The desalination apparatus according to the present invention may be arranged in parallel or in series, or a plurality of components of the steam generator 300 composed of one or more.

3 shows a desalination apparatus in which a plurality of steam generators 300 are configured in parallel according to an embodiment of the present invention.

As shown in the figure and the seawater is taken from the deep sea through the intake device 100 is passed through the filtration device 200 to the cooling tube 310 of the steam generator 300 and the introduced sea water is the cooling tube 310 outer surface It keeps the temperature of about 10 degrees Celsius.

Passed through the cooling pipe 310 and the heat recovery pipe 410 along the closed pipeline and is preheated to about 20 to 30 degrees Celsius into the solar collector 500 and heated to 60 to 90 degrees Celsius depending on the seasonal characteristics and weather Seawater is vaporized in the steam generator (300).

In this case, the inlet 330 into which the heated seawater is introduced is formed as an orifice, and a vent device (not shown) for decompressing or discharging the vaporized gas is provided to maintain the inside of the steam generator 300 at a reduced pressure. Even in the steam generation can be achieved.

The introduced seawater is vaporized to be in contact with the outer circumferential surface of the cooling tube 310 and condensed by a temperature difference, so that the intended fresh water is collected in the collecting plate 320 and recovered through the recovery tube 322 for use.

As described above, when desalination of seawater according to the desalination method of the present invention does not require any power other than power for seawater intake, the production cost of freshwater can be reduced, and solar energy having a low energy density is directly heated through a solar collector. The advantage is that you can make the most of it.

Claims (4)

In the desalination apparatus for desalination of seawater using solar energy, the intake apparatus 100 for taking in seawater including salt and the like and the filtration device 200 for removing particulate matter such as suspended matter in the collected seawater; In the upper upper space portion, a sand-shaped cooling tube 310 is positioned, and a collecting plate 320 having a predetermined slope is located at the bottom of the cooling tube, and heated seawater is introduced into the inlet 330 formed at the lower portion to generate steam. The heat generator 400 and the inlet formed at one side for raising the temperature of the seawater flowing into the pipe by using the retained heat of the concentrated seawater passing through the steam generator 300 and the steam generator 300 made of a sealed enclosure to guide The outlet of the heat recovery pipe 410 located in the inner space of the heat exchanger 400 is extended so that the heated seawater flows in and heats using solar energy collected in the heat collecting plate. Desalination apparatus, characterized in that consisting of a heat collector (500). The desalination apparatus according to claim 1, wherein the inlet 330 is made of an orifice which narrows the connection end so as to depressurize when it is discharged. The desalination apparatus according to claim 1 or 2, wherein a steam gas vent device is further formed at an upper end of the steam generator (300).

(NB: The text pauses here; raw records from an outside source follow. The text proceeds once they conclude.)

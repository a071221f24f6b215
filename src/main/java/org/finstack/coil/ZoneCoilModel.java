package org.finstack.coil;

import java.util.ArrayList;
import java.util.List;
import java.util.Locale;
import java.util.function.DoubleUnaryOperator;
import org.finstack.core.Citation;
import org.finstack.core.ConvergenceException;
import org.finstack.core.InputException;
import org.finstack.core.Msg;
import org.finstack.core.Warnings;
import org.finstack.fluid.FluidState;
import org.finstack.fluid.InputPair;
import org.finstack.fluid.SaturationState;
import org.finstack.fluid.psychro.MoistAirState;
import org.finstack.fluid.psychro.Psychrometrics;
import org.finstack.tubeside.SaturatedProperties;
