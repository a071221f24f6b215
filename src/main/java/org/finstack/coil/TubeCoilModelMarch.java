package org.finstack.coil;

import java.util.Arrays;
import java.util.Map;
import java.util.concurrent.ConcurrentHashMap;
import java.util.concurrent.atomic.AtomicReferenceArray;
import org.finstack.core.Warnings;
import org.finstack.fluid.Fluid;
import org.finstack.fluid.FluidState;
import org.finstack.fluid.InputPair;
import org.finstack.fluid.Phase;
import org.finstack.fluid.SaturationState;
import org.finstack.fluid.TransportProperties;
import org.finstack.fluid.psychro.MoistAirState;
import org.finstack.fluid.psychro.Psychrometrics;
import org.finstack.tubeside.SaturatedProperties;
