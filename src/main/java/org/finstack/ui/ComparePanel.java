package org.finstack.ui;

import java.awt.BorderLayout;
import java.awt.Color;
import java.awt.Component;
import java.awt.Font;
import java.util.ArrayList;
import java.util.List;
import java.util.Locale;
import java.util.Objects;
import java.util.OptionalDouble;
import java.util.function.Function;
import javax.swing.BorderFactory;
import javax.swing.JLabel;
import javax.swing.JPanel;
import javax.swing.JScrollPane;
import javax.swing.JTable;
import javax.swing.table.AbstractTableModel;
import javax.swing.table.DefaultTableCellRenderer;
import org.finstack.geometry.CoilGeometry;
import org.finstack.study.compare.Comparison;
import org.finstack.study.compare.OptionResult;
import org.finstack.study.pressure.ChargeScreeningResult;
import org.finstack.units.Dimension;
import org.finstack.units.Quantities;
import org.finstack.units.UnitSystem;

In the method for desalination of seawater using solar energy, Withdrawal stage to withdraw seawater; A filtration step of filtering the collected seawater; A heat recovery step for indirectly heating the incoming seawater using the concentrated seawater; A heating step for directly heating the preheated inflow seawater using solar energy; A condensation step of evaporating the heated seawater and condensing fresh water due to the temperature difference on the outer surface of the cooling pipe through which the incoming seawater flows; A collection step for recovering condensed fresh water; And The desalination method of seawater using solar heat, comprising: a concentrated water discharge step occurring at the same time as the heat recovery step for indirectly heating the incoming seawater using the residual heat of the concentrated seawater discharged from the steam generator after the evaporation.